Task instructions: Every line in the listing below from the one with "expect(me.body.data.user.unitsPreference).toBe('club');" through the one with "f.members.coach.email, unitsPreference: 'imperial'" is to be reproduced exactly, both ends included; leave out the rest.

Material supplied:
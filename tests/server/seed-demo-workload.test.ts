import { describe, expect, it } from 'vitest';
import { CoachNote, WorkloadEntry, WorkloadThreshold } from '../../server/models';
import { runSeeders } from '../../server/seeders';
import { DEMO_CLUB_NAME, DEMO_PASSWORD } from '../../server/seeders/0001-demo-club';
import type { StaffOverview } from '../../shared/schemas/overview';
import { AthleteProfile, Club, User, signIn, testApp } from '../support/app';
import { recordFlights, recordSession } from '../support/records';

describe('demo seed: workload and notes', () => {
  it('sets the time zone and thresholds, puts the youngest youth over a caution and adds notes once when run twice', async () => {
    await runSeeders();
    // This test has no clip storage, so the demo flights are not rendered: record a session of the two youths instead.
    const club = (await Club.findOne({ where: { name: DEMO_CLUB_NAME } }))!;
    const profiles = await AthleteProfile.findAll({ where: { clubId: club.id }, order: [['birthYear', 'DESC']] });
    const session = await recordSession(club.id, '2026-01-15', 'Fennick Vale lower pitch');
    const athleteUser = (await User.findOne({ where: { email: 'athlete@fennickvale.example' } }))!;
    const signedIn = profiles.find((p) => p.userId === athleteUser.id)!;
    await recordFlights(club.id, session.clipId, [profiles[0]!, signedIn].map((p) => ({ athleteId: p.id, action: 'punt' })));
    await runSeeders();
    await runSeeders();
    expect(club.timeZone).toBe('Europe/London');
    expect(await WorkloadThreshold.count({ where: { clubId: club.id } })).toBeGreaterThan(0);
    expect(await WorkloadEntry.count({ where: { clubId: club.id } })).toBe(1);
    expect(await CoachNote.count({ where: { clubId: club.id } })).toBe(5);
    expect(await CoachNote.count({ where: { clubId: club.id, visibility: 'shared' } })).toBe(3);

    const youngest = profiles[0]!;
    const coach = await signIn(testApp(), 'coach@fennickvale.example', DEMO_PASSWORD);
    const overview = await coach.get(`/api/v1/clubs/${club.id}/overview`);
    const cautions = (overview.body.data.staff as StaffOverview).cautions;
    expect(cautions.map((c) => c.athleteName)).toEqual([youngest.displayName]);

    const athlete = await signIn(testApp(), 'athlete@fennickvale.example', DEMO_PASSWORD);
    const mine = await athlete.get(`/api/v1/clubs/${club.id}/my-flights`);
    expect(mine.status).toBe(200);
    expect(mine.body.data.sharedNotes.map((n: { body: string }) => n.body)).toEqual(
      expect.arrayContaining(['Lovely high contact point on this one. Keep the plant foot this close next time.']),
    );
    expect(JSON.stringify(mine.body)).not.toContain('Release drifts late');
  });
});
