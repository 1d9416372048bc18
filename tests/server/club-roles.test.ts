import { describe, expect, it } from 'vitest';
import { clubRoleOf, rememberClubRoles } from '../../server/http/club-roles';

describe('club roles read with the session', () => {
  it('gives the role and profile in each club, null for another club, undefined when none were read', () => {
    const user = { id: 7 };
    rememberClubRoles(user, '[[3, "coach", null], [5, "athlete", 41]]');
    expect(clubRoleOf(user, 3)).toEqual({ id: 3, role: 'coach', athleteProfileId: null });
    expect(clubRoleOf(user, 5)).toEqual({ id: 5, role: 'athlete', athleteProfileId: 41 });
    expect(clubRoleOf(user, 9)).toBeNull();
    expect(clubRoleOf({ id: 7 }, 3)).toBeUndefined();
  });

  it('counts a user of no club as a member of none, and leaves anything malformed to the database', () => {
    const none = { id: 1 };
    rememberClubRoles(none, null);
    expect(clubRoleOf(none, 3)).toBeNull();
    for (const bad of ['not json', '[[3, "owner", null]]', '[["3", "coach", null]]', '{"3": "coach"}']) {
      const user = { id: 2 };
      rememberClubRoles(user, bad);
      expect(clubRoleOf(user, 3), bad).toBeUndefined();
    }
  });
});
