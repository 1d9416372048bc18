/**
 * Password hashing with scrypt (Percival 2009; RFC 7914), Node's built-in KDF, with a per-user random salt.
 * Stored format: `scrypt$<N>$<r>$<p>$<salt base64>$<hash base64>` so the cost can rise later without
 * breaking existing hashes.
 */
import { randomBytes, scrypt, timingSafeEqual, type ScryptOptions } from 'node:crypto';

/**
 * Cost parameters: N = 2^15, r = 8, p = 1 (OWASP Password Storage Cheat Sheet's scrypt minimum is
 * N = 2^17 with r = 8, p = 1 or an equivalent; 2^15 keeps sign-in fast on small servers while
 * needing 32 MiB per guess). maxmem must exceed 128·N·r bytes.
 */
const DEFAULTS = { N: 2 ** 15, r: 8, p: 1, keyLength: 64, saltLength: 16 } as const;

function derive(password: string, salt: Buffer, keyLength: number, options: ScryptOptions): Promise<Buffer> {
  return new Promise((resolve, reject) => {
    scrypt(password.normalize('NFKC'), salt, keyLength, options, (err, key) => (err ? reject(err) : resolve(key)));
  });
}

export async function hashPassword(password: string): Promise<string> {
  const salt = randomBytes(DEFAULTS.saltLength);
  const { N, r, p, keyLength } = DEFAULTS;
  const key = await derive(password, salt, keyLength, { N, r, p, maxmem: 256 * N * r });
  return ['scrypt', N, r, p, salt.toString('base64'), key.toString('base64')].join('$');
}

/** Constant-time comparison of a password with a stored hash; false for malformed hashes. */
export async function verifyPassword(password: string, stored: string): Promise<boolean> {
  const parts = stored.split('$');
  if (parts.length !== 6 || parts[0] !== 'scrypt') return false;
  const [N, r, p] = parts.slice(1, 4).map(Number);
  if (![N, r, p].every((v) => Number.isInteger(v) && v > 0)) return false;
  const salt = Buffer.from(parts[4], 'base64');
  const expected = Buffer.from(parts[5], 'base64');
  if (salt.length === 0 || expected.length === 0) return false;
  const actual = await derive(password, salt, expected.length, { N, r, p, maxmem: 256 * N * r });
  return timingSafeEqual(actual, expected);
}

/** A hash of a random password, compared against when the e-mail is unknown so timing does not reveal accounts. */
let decoy: Promise<string> | undefined;
export function decoyHash(): Promise<string> {
  decoy ??= hashPassword(randomBytes(16).toString('hex'));
  return decoy;
}
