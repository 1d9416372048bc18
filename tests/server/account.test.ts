import { beforeAll, describe, expect, it } from 'vitest';
import { createClubFixture, User, type ClubFixture } from '../support/app';

/** A member's own display units: stored on the user, shown by /auth/me, and used by the exports. */
describe('account: display units', () => {
  let f: ClubFixture;
  beforeAll(async () => {
    f = await createClubFixture();
  });

  it('follows the club by default when the user never chose', async () => {
    const me = await f.coach.get('/api/v1/auth/me');
    expect(me.status).toBe(200);
    expect(me.body.data.user.unitsPreference).toBe('club');
  });

  it('stores imperial for this user only and answers with the signed-in user when they choose it', async () => {
    const res = await f.coach.patch('/api/v1/account', { unitsPreference: 'imperial' });
    expect(res.status).toBe(200);
    expect(res.body.data.user).toMatchObject({ email: f.members.coach.email, unitsPreference: 'imperial' });
    expect(res.body.data.memberships.map((m: { clubId: number }) => m.clubId)).toContain(f.clubId);
    expect((await f.coach.get('/api/v1/auth/me')).body.data.user.unitsPreference).toBe('imperial');
    expect((await f.athlete.get('/api/v1/auth/me')).body.data.user.unitsPreference).toBe('club');
    expect((await User.findByPk(f.members.coach.userId))!.unitsPreference).toBe('imperial');
    // The club's own setting is untouched.
    expect((await f.coach.get(`/api/v1/clubs/${f.clubId}`)).body.data.units).toBe('metric');
  });

  it('goes back to following the club when the user picks club', async () => {
    await f.athlete.patch('/api/v1/account', { unitsPreference: 'metric' });
    const res = await f.athlete.patch('/api/v1/account', { unitsPreference: 'club' });
    expect(res.status).toBe(200);
    expect(res.body.data.user.unitsPreference).toBe('club');
  });

  it('refuses an unknown choice with a message that lists the choices', async () => {
    const res = await f.coach.patch('/api/v1/account', { unitsPreference: 'furlongs' });
    expect(res.status).toBe(400);
    expect(res.body.error.code).toBe('VALIDATION_FAILED');
    expect(res.body.error.fields.unitsPreference).toBe('Pick the units you want to see: club (follow the club), metric or imperial.');
  });

  it('refuses a missing choice and fields this endpoint does not change', async () => {
    const empty = await f.coach.patch('/api/v1/account', {});
    expect(empty.status).toBe(400);
    expect(empty.body.error.fields.unitsPreference).toMatch(/Pick the units you want to see/);
    const extra = await f.coach.patch('/api/v1/account', { unitsPreference: 'metric', email: 'x@example.com' });
    expect(extra.status).toBe(400);
    expect(extra.body.error.fields._).toBe('Remove the unknown field(s): email.');
  });

  it('answers 401 to someone not signed in and changes nothing', async () => {
    const res = await f.anonymous.patch('/api/v1/account', { unitsPreference: 'imperial' });
    expect(res.status).toBe(401);
    expect(res.body.error.code).toBe('UNAUTHENTICATED');
  });

  it('refuses the change without the CSRF token', async () => {
    const res = await f.admin.agent.patch('/api/v1/account').send({ unitsPreference: 'imperial' });
    expect(res.status).toBe(403);
    expect((await User.findByPk(f.members.admin.userId))!.unitsPreference).toBe('club');
  });
});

Expected answer:
    expect(me.body.data.user.unitsPreference).toBe('club');
  });

  it('stores imperial for this user only and answers with the signed-in user when they choose it', async () => {
    const res = await f.coach.patch('/api/v1/account', { unitsPreference: 'imperial' });
    expect(res.status).toBe(200);
    expect(res.body.data.user).toMatchObject({ email: f.members.coach.email, unitsPreference: 'imperial' });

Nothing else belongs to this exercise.